Encoding Detection & Decoding

Functions for detecting and converting byte sequences to UTF-8. Uses the chardetng algorithm (Firefox's encoding detector) for auto-detection.

detect_encoding

detect_encoding

detect_encoding(data: bytes) -> tuple[str, float]

Detect the encoding of a byte sequence.

Returns (encoding_name, confidence) where confidence is 0.0–1.0. Uses the chardetng algorithm (Firefox's encoding detector).

Important: automatic encoding detection is inherently probabilistic. A high confidence score does NOT guarantee correctness. For critical pipelines, always prefer explicit encoding metadata over detection.

Parameters:
  • data (bytes) –

    Raw byte sequence to analyze.

Returns:
  • tuple[str, float]

    Tuple of (encoding_name, confidence) where confidence is 0.0–1.0.

Raises:
  • TranslitError

    If the byte sequence cannot be analyzed.

Examples:

>>> enc, conf = detect_encoding(b"Hello World")
>>> enc
'UTF-8'
from translit import detect_encoding

enc, confidence = detect_encoding(b"Hello World")
# enc = "UTF-8", confidence ≈ 1.0

# Windows-1252 encoded text
enc, confidence = detect_encoding("café".encode("windows-1252"))
# enc = "windows-1252", confidence ≈ 0.87

Warning

Automatic encoding detection is inherently probabilistic. A high confidence score does not guarantee correctness. For critical pipelines, always prefer explicit encoding metadata (HTTP headers, BOM, schema definitions) over detection.


decode_to_utf8

decode_to_utf8

decode_to_utf8(data: bytes, encoding: str | None = None, *, min_confidence: float = 0.0) -> tuple[str, bool]

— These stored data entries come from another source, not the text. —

def test_sub_sample_start_is_exact():
    src = _source(modes=kerr_modes(1), t0=1000.0 + 0.3 / 4096)
    ts = src.project("V1", 4096.0)
    arrival = src.arrival_time("V1")
    times = ts.times.value
    assert times[0] <= arrival < times[0] + 1 / 4096
    expect = src.detector_strain("V1", times)
    np.testing.assert_array_equal(ts.value, expect)
    assert ts.value[0] == 0.0 and ts.value[1] != 0.0


@pytest.mark.parametrize("kw, word", [
    (dict(spin=1.0), "spin"), (dict(spin=-0.1), "spin"), (dict(mass=0.0), "mass"),
    (dict(mass=-5.0), "mass"), (dict(distance=0.0), "distance"), (dict(epsilon=0.0), "epsilon"),
    (dict(epsilon=1.0), "epsilon"), (dict(mass=float("nan")), "mass"),
    (dict(modes=(Mode(2, 2, 1),)), "2,2,0"),
])
def test_bad_source_input(kw, word):
    with pytest.raises(InputError, match=word):
        _source(**kw)


def test_bad_modes_and_sample_rate():
    with pytest.raises(InputError, match="overtones"):
        kerr_modes(8)
    with pytest.raises(InputError, match="ratios"):
        kerr_modes(2, ratios=[1.0])
    with pytest.raises(InputError, match="not allowed"):
        Mode(2, -2, 0)
    with pytest.raises(InputError, match="detector"):
        _source().project("X7")
    light = _source(mass=10.0, modes=kerr_modes(7))
    with pytest.raises(InputError, match=r"sample rate 2048 Hz is too low for mode \(2,2,"):
        light.project("H1", 2048.0)


def test_top_level_optimal_snr_is_this_function():
    import ringsearch

    assert ringsearch.optimal_snr is optimal_snr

Decode a byte sequence to UTF-8.

Returns (decoded_text, had_errors) where had_errors is True if any characters were replaced during decoding (lossy conversion).

If encoding is None, auto-detects the encoding using the chardetng algorithm. Use min_confidence to require a minimum detection quality and avoid silently decoding with a low-confidence guess.

Supports all WHATWG encodings (UTF-8, windows-1252, ISO-8859-1, Shift_JIS, EUC-JP, EUC-KR, Big5, GB18030, etc.).

Parameters:
  • data (bytes) –

    Raw byte sequence to decode.

  • encoding (str | None, default: None ) –

    Encoding name (e.g. "windows-1252"). None to auto-detect.

  • min_confidence (float, default: 0.0 ) –

    Minimum acceptable detection confidence (0.0–1.0) when auto-detecting. Raises TranslitError if the detected confidence is below this threshold. Has no effect when encoding is provided explicitly. Defaults to 0.0 (accept any guess).

Returns:
  • str

    Tuple of (decoded_text, had_errors) where had_errors is True if

  • bool

    any characters were replaced during lossy conversion.

Raises:
  • TranslitError

    If the encoding name is unknown, decoding fails, or auto-detection confidence is below min_confidence.

Examples:

>>> text, had_errors = decode_to_utf8(b"caf\xe9", "windows-1252")
>>> text
'café'
>>> had_errors
False
from translit import decode_to_utf8

# Explicit encoding
text, had_errors = decode_to_utf8(b"caf\xe9", "windows-1252")
# text = "café", had_errors = False

# Auto-detection
text, had_errors = decode_to_utf8(raw_bytes)

# Require high confidence for auto-detection
text, had_errors = decode_to_utf8(raw_bytes, min_confidence=0.8)
# Raises TranslitError if detected confidence < 0.8

Supports all WHATWG encodings: UTF-8, windows-1252, ISO-8859-1, Shift_JIS, EUC-JP, EUC-KR, Big5, GB18030, and more.